MEMS gyroscope short-term noise performance has almost reached its theoretical limits; however, long-term drift still remains as a bottleneck for inertial navigation. Suppressing long-term drift is a challenging task, and 0-drift aims to eliminate drift using a novel on-chip stress calibration method. We acknowledge that drift will occur, and our goal is to calibrate for it. We see the scale factor temperature calibration with on-chip stress sensors work as the most important breakthrough result of the 0-drift. The gyroscope scale factor depends on multiple electrostatic and mechanical parameters. Conventional calibration methods employ an average temperature measurement, which cannot predict these device parameter variations with enough resolution. The distributed on-chip measurements accurately captured the key device parameters and resulted in orders of magnitude better temperature stability than the commercial counterparts.
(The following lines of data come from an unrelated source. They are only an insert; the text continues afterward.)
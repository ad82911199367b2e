//! `spinney fit --save-model` and `spinney predict`: a saved model scores a file exactly as
//! the model did in memory when it was fitted (the same numbers, to the bit, as
//! `fit --score FILE --json --predictions`), and bad model files and tables are refused with
//! messages that say what is wrong (exit status 1, no panic). Wording is ours; the checks
//! look for the facts each message must carry (common practice, no source).

use std::path::{Path, PathBuf};
use std::process::{Command, Output};

const DEMO: &str = concat!(
    env!("CARGO_MANIFEST_DIR"),
    "/../../demo-data/surgery-complications.csv"
);

fn spinney(args: &[&str]) -> Output {
    Command::new(env!("CARGO_BIN_EXE_spinney"))
        .args(args)
        .output()
        .unwrap()
}

fn dir() -> PathBuf {
    let d = std::env::temp_dir().join(format!("spinney-predict-tests-{}", std::process::id()));
    std::fs::create_dir_all(&d).unwrap();
    d
}

fn path(name: &str) -> PathBuf {
    dir().join(name)
}

fn s(p: &Path) -> &str {
    p.to_str().unwrap()
}

fn succeeds(args: &[&str]) -> Output {
    let out = spinney(args);
    assert!(
        out.status.success(),
        "{args:?}: {}",
        String::from_utf8_lossy(&out.stderr)
    );
    out
}

fn fails_with(args: &[&str], needles: &[&str]) {
    let out = spinney(args);
    let err = String::from_utf8_lossy(&out.stderr);
    assert_eq!(out.status.code(), Some(1), "{args:?}: {err}");
    assert!(!err.contains("panicked"), "{args:?}: {err}");
    for n in needles {
        assert!(err.contains(n), "{args:?}: message lacks {n:?}: {err}");
    }
}

/// A tree of `depth` for the demo outcome, saved as `name`.
fn saved_tree(name: &str, depth: usize) -> PathBuf {
    let model = path(name);
    let depth = format!("depth={depth}");
    succeeds(&[
        "fit",
        DEMO,
        "--outcome",
        "complication_30d",
        "--set",
        &depth,
        "--save-model",
        s(&model),
    ]);
    model
}

#[test]
fn a_saved_model_predicts_as_the_fitted_one() {
    for (name, method) in [
        ("tree", &["--method", "tree", "--set", "depth=6"][..]),
        ("forest", &["--method", "forest", "--set", "trees=15"][..]),
        (
            "adaboost",
            &["--method", "adaboost", "--set", "rounds=20"][..],
        ),
        (
            "boosting",
            &["--method", "boosting", "--set", "rounds=20"][..],
        ),
    ] {
        let model = path(&format!("{name}.json"));
        let saved = path(&format!("{name}-predict.csv"));
        // Fitting and scoring in one go: the model in memory predicts the scored rows.
        let mut args = vec!["fit", DEMO, "--outcome", "complication_30d"];
        args.extend_from_slice(method);
        args.extend_from_slice(&[
            "--save-model",
            s(&model),
            "--score",
            DEMO,
            "--json",
            "--predictions",
        ]);
        let fitted: serde_json::Value = serde_json::from_slice(&succeeds(&args).stdout).unwrap();
        let in_memory: Vec<Vec<f64>> =
            serde_json::from_value(fitted["predictions"].clone()).unwrap();
        succeeds(&["predict", s(&model), DEMO, "--output", s(&saved)]);
        let text = std::fs::read_to_string(&saved).unwrap();
        let lines: Vec<&str> = text.lines().collect();
        assert_eq!(
            lines[0],
            "predicted_complication_30d,probability_no,probability_yes"
        );
        assert_eq!(lines.len(), 4001, "{name}: one line per record");
        assert_eq!(in_memory.len(), 4000, "{name}");
        for (line, expected) in lines[1..].iter().zip(&in_memory) {
            let cells: Vec<&str> = line.split(',').collect();
            let p: Vec<f64> = cells[1..].iter().map(|c| c.parse().unwrap()).collect();
            // The same numbers to the last bit, whether the model was saved or not.
            assert_eq!(&p, expected, "{name}: {line}");
            assert!((p[0] + p[1] - 1.0).abs() < 1e-12, "{name}: {line}");
            let class = if p[1] > p[0] { "yes" } else { "no" };
            assert_eq!(cells[0], class, "{name}: {line}");
        }
    }
}

#[test]
fn predict_keeps_identifiers_and_scores_incomplete_rows() {
    let model = saved_tree("keep.json", 4);
    // No outcome column; missing values; a ward never seen in training; a quoted id.
    let file = path("new.csv");
    std::fs::write(
        &file,
        "patient_id,age,sex,bmi,smoker,fitness_grade,operation_minutes,blood_loss_ml,\
         haemoglobin_g_dl,creatinine_umol_l,albumin_g_l,ward,admission_date\n\
         \"Q,1\",70,female,,yes,3,,200,11.0,90,35,Elm,2024-05-01\n\
         Q2,,,,,,,,,,,,\n",
    )
    .unwrap();
    let out = succeeds(&["predict", s(&model), s(&file), "--keep", "patient_id"]);
    let text = String::from_utf8(out.stdout).unwrap();
    let lines: Vec<&str> = text.lines().collect();
    assert_eq!(lines.len(), 3, "{text}");
    assert!(lines[0].starts_with("patient_id,predicted_complication_30d,"));
    assert!(lines[1].starts_with("\"Q,1\","), "{text}");
    assert!(lines[2].starts_with("Q2,"), "{text}");
    let err = String::from_utf8_lossy(&out.stderr);
    assert!(
        err.contains("'ward'") && err.contains("1 row(s)") && err.contains("'Elm'"),
        "{err}"
    );
}

#[test]
fn bad_models_and_tables_are_refused_clearly() {
    let model = saved_tree("bad-inputs.json", 3);
    let text = std::fs::read_to_string(&model).unwrap();
    fails_with(
        &["predict", s(&path("nowhere.json")), DEMO],
        &["cannot read the model file"],
    );
    // A data file given as the model.
    fails_with(&["predict", DEMO, DEMO], &["not valid JSON", "line 1"]);
    let cut = path("cut.json");
    std::fs::write(&cut, &text[..text.len() / 2]).unwrap();
    fails_with(
        &["predict", s(&cut), DEMO],
        &["cut.json", "ends before the model is complete"],
    );
    let newer = path("newer.json");
    std::fs::write(&newer, text.replacen("\"major\": 1", "\"major\": 3", 1)).unwrap();
    fails_with(
        &["predict", s(&newer), DEMO],
        &["format version 3.0", "Update Spinney"],
    );
    let other = path("other.json");
    std::fs::write(&other, "{\"format\": \"spinney-inspect\"}").unwrap();
    fails_with(&["predict", s(&other), DEMO], &["not a Spinney model file"]);
    // The predictor of the first split is surely needed.
    let saved: serde_json::Value = serde_json::from_str(&text).unwrap();
    let first = saved["trees"][0]["feature"][0].as_u64().unwrap() as usize;
    let needed = format!("'{}'", saved["predictors"][first]["name"].as_str().unwrap());
    let lacking = path("lacking.csv");
    std::fs::write(&lacking, "patient_id,height\nP1,170\n").unwrap();
    fails_with(
        &["predict", s(&model), s(&lacking)],
        &["lacking.csv", "the model needs", &needed],
    );
    fails_with(
        &["predict", s(&model), DEMO, "--keep", "nhs_number"],
        &["--keep nhs_number", "no column named 'nhs_number'"],
    );
}

#[test]
fn export_onnx_writes_a_file_and_refuses_bad_models() {
    let model = saved_tree("to-onnx.json", 3);
    let out = path("to-onnx.onnx");
    let said = succeeds(&["export-onnx", s(&model), s(&out)]);
    assert!(String::from_utf8_lossy(&said.stdout).contains("spinney.predictors"));
    // An ONNX model is a protobuf ModelProto: field 1 (ir_version) comes first, as a varint
    // (key byte 0x08), and the operator set names ai.onnx.ml (onnx.proto3; the values
    // themselves are checked with onnxruntime in tests/reference/check_onnx.py).
    let bytes = std::fs::read(&out).unwrap();
    assert_eq!(bytes[0], 0x08);
    assert!(bytes.windows(10).any(|w| w == b"ai.onnx.ml"));
    let cut = path("to-onnx-cut.json");
    let text = std::fs::read_to_string(&model).unwrap();
    std::fs::write(&cut, &text[..text.len() / 3]).unwrap();
    fails_with(
        &["export-onnx", s(&cut), s(&out)],
        &["to-onnx-cut.json", "ends before the model is complete"],
    );
    fails_with(
        &["export-onnx", s(&model), s(&path("no-such-dir/x.onnx"))],
        &["cannot write", "x.onnx"],
    );
}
The reported temperature stability of 30ppm with no indication of drift sets the current MEMS state of the art stability. Along with experimental results, our state of the art analytical model unveils the physics behind the environmental stress and temperature effects on the device. We were able to distinguish ppm level signals without finite element analysis (FEA), which allowed us to observe all the electrostatic and mechanical variations within a micro-scale sensor. 0-drift targets to achieve self stress calibration at the end of the project, and the analytical model will be a major building model for the calibration.